The University of Wyoming College of Engineering and Applied Science is reaching out to young students throughout the state and around the country, introducing them to the field of engineering while fostering critical thinking and creative problem-solving.
Various initiatives — undertaken by the college throughout the year — are designed to get students and teachers excited about engineering opportunities, while recruiting the best students to UW, said Teddi Hofmann, the college’s outreach coordinator.
“We have a range of programs that serve kindergartners up through high school students,” she said. “… We want to give them those resources and those opportunities for exploration at a young age so that they are prepared not only for their K-12 education but ready to dive in deeper to engineering when they reach the college level.”
During Engineer’s Week each February, Hofmann and the college encourage teachers and engineers around Wyoming to work together. Engineers throughout the state visit their local third-grade classrooms to teach the students about their particular field of engineering and guide them through a hands-on project.
These projects teach students to identify a problem, design a solution, then build and test a prototype, Hofmann said.
“They worked through the engineering design process and built these little model cars using mints, popsicle sticks, straws and index cards,” she said. “So, obviously it’s a very basic prototype, but the idea with building these cars is that they worked through the engineering design process.”
Meeting an engineer from one’s own community is a great way to introduce a student to the world of engineering, Hofmann said. Additionally, the program serves to inspire some students who would otherwise be inclined to avoid engineering.
“One girl specifically, from Sheridan, wrote a thank-you note to the engineers, saying ‘You know, I thought engineering was just a guy job, but now I know I can do it, too. I can build buildings in my own community,’” Hofmann said.
The college also reaches out to high school students.
UW hosts a summer camp every June geared toward high school students between their junior and senior years. The engineering summer program — 2017 marks its 30th year — invites gifted students from across the U.S. to explore engineering opportunities in the west, while giving attendees a feel for college life at UW, said Jeff Anderson, assistant academic professional lecturer for the college and summer program organizer.
“It’s really a program that’s designed to inspire future engineers, to give them an opportunity to learn about engineering, careers in engineering, learn about the University of Wyoming and the College of Engineering and Applied Science,” Anderson said.
Roughly half the summer program’s 35 attendees — selected after a competitive application process — are from Wyoming. The rest are from Colorado, California, Nebraska, Virginia and New York.
“We really focus on attracting top students, ones that are really likely to be successful in engineering,” Anderson said.
The high school students attend classes taught by engineering professors and graduate students while staying in the residence halls and eating meals at the Washakie Dining Center, as they would if they were UW students.

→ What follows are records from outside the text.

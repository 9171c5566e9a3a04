/**
 * Resting voltage and internal resistance against depth of discharge and temperature.
 * Looked up in tables sampled once per chemistry on an even grid, so that a look-up in the
 * filter's inner loop is two reads and a multiplication.
 */
import type { Decicelsius, Milliohms, Millivolts } from "../units";
import { interpolate } from "../stats/interpolate";
import { COLD_CELSIUS, CURVES } from "./curve-tables";
import { CHEMISTRIES, type CellSpec, type Chemistry } from "./pack";

/** Depths 0..1 in this many equal steps. */
export const CURVE_STEPS = 500;

export interface SampledCurves {
  /** Element's resting voltage at 20 °C, mV, at depths 0, 1/500 ... 1. */
  readonly restMv: Float64Array;
  /** Resistance relative to fresh at 20 °C, same depths. */
  readonly resistance: Float64Array;
}

function sample(chemistry: Chemistry): SampledCurves {
  const curves = CURVES[chemistry];
  const at = (ys: readonly number[]): Float64Array =>
    Float64Array.from({ length: CURVE_STEPS + 1 }, (_, i) =>
      interpolate(curves.depth, ys, i / CURVE_STEPS),
    );
  return { restMv: at(curves.restMv), resistance: at(curves.resistance) };
}

const SAMPLED = Object.fromEntries(CHEMISTRIES.map((c) => [c, sample(c)])) as Record<
  Chemistry,
  SampledCurves
>;

export function sampledCurves(chemistry: Chemistry): SampledCurves {
  return SAMPLED[chemistry];
}

/** Value of an even table at a depth, clamped to 0..1. */
export function atDepth(table: Float64Array, depth: number): number {
  const place = depth * CURVE_STEPS;
  if (!(place > 0)) return table[0]!;
  if (place >= CURVE_STEPS) return table[CURVE_STEPS]!;
  const low = Math.floor(place);
  const a = table[low]!;
  return a + (place - low) * (table[low + 1]! - a);
}

/** Elements in one cell as bought: 1 for most, 6 for a 9 V or a 12 V lead block. */
export function elementsOf(cell: CellSpec): number {
  return Math.max(1, Math.round(cell.nominalMv / CURVES[cell.chemistry].elementMv));
}

/** Resting voltage of one cell, mV; `depth` is the share of its capacity drawn, 0..1. */
export function restingMv(cell: CellSpec, depth: number, temperatureDc: Decicelsius): Millivolts {
  const warm = atDepth(sampledCurves(cell.chemistry).restMv, depth);
  const drift = CURVES[cell.chemistry].restMvPerKelvin * (temperatureDc / 10 - 20);
  return elementsOf(cell) * (warm + drift);
}

/** Internal resistance relative to 20 °C; clamped to -40..60 °C. */
export function resistanceFactor(chemistry: Chemistry, temperatureDc: Decicelsius): number {
  return interpolate(COLD_CELSIUS, CURVES[chemistry].coldResistance, temperatureDc / 10);
}

/** Internal resistance of one cell, milliohms. */
export function resistanceMohm(
  cell: CellSpec,
  depth: number,
  temperatureDc: Decicelsius,
): Milliohms {
  const grown = atDepth(sampledCurves(cell.chemistry).resistance, depth);
  return cell.resistanceMohm * grown * resistanceFactor(cell.chemistry, temperatureDc);
}

/** Capacity relative to 20 °C at the rated current; clamped to -40..60 °C. */
export function capacityFactor(chemistry: Chemistry, temperatureDc: Decicelsius): number {
  return interpolate(COLD_CELSIUS, CURVES[chemistry].coldCapacity, temperatureDc / 10);
}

“Students get to explore what engineering out in the field looks like, what petroleum engineers kind of focus on,” Anderson said. “Then during the evenings, they have a variety of activities — some which are just geared to get to know each other and some which are geared to show off what the College of Engineering and Applied Science does as far as research.”
Students attending the summer program also have chances to meet one-on-one with instructors and students in the College of Engineering and Applied Science.
“Not only are they gaining exposure to what it’s like to pursue engineering at the college level, but they are getting a basic daily life of what it means to be a college student,” Hofmann said.
The college also hosts a separate camp — geared toward teachers — in July. The engineering summer program for teachers invites instructors from across the state to learn about engineering and how to teach it. The event, which drew 50 attendees in 2016, plans to host roughly 100 this month.
Divided into two week-long camps, the first week brings in first-time attendees, while the second invites back teachers who participated in the program in 2016 to build upon their skill set.
The program includes two follow-up sessions, one in the fall and one in the spring.
“The goal with having those follow-up workshops is just to check in again with the teachers, just to make sure that if they have any sort of technical questions, or need assistance, that we can provide that one-on-one interaction and in-person interaction,” Hofmann said. “And then we also want to share what everyone’s been doing to learn about what maybe another teacher’s doing in a similar school.”
The college plans to do even more to reach these communities and is currently developing a K-12 ambassador program that puts engineering students at UW in contact with elementary and high school students throughout the state.
“I also want to give these kids the opportunity to meet with current students,” she said. “They can see a little bit more of them self in those engineering students, so maybe one day they’ll consider pursuing the career as well.”
The goal of all these programs is to increase interest in the field of engineering while recruiting the best students to UW, Hofmann said.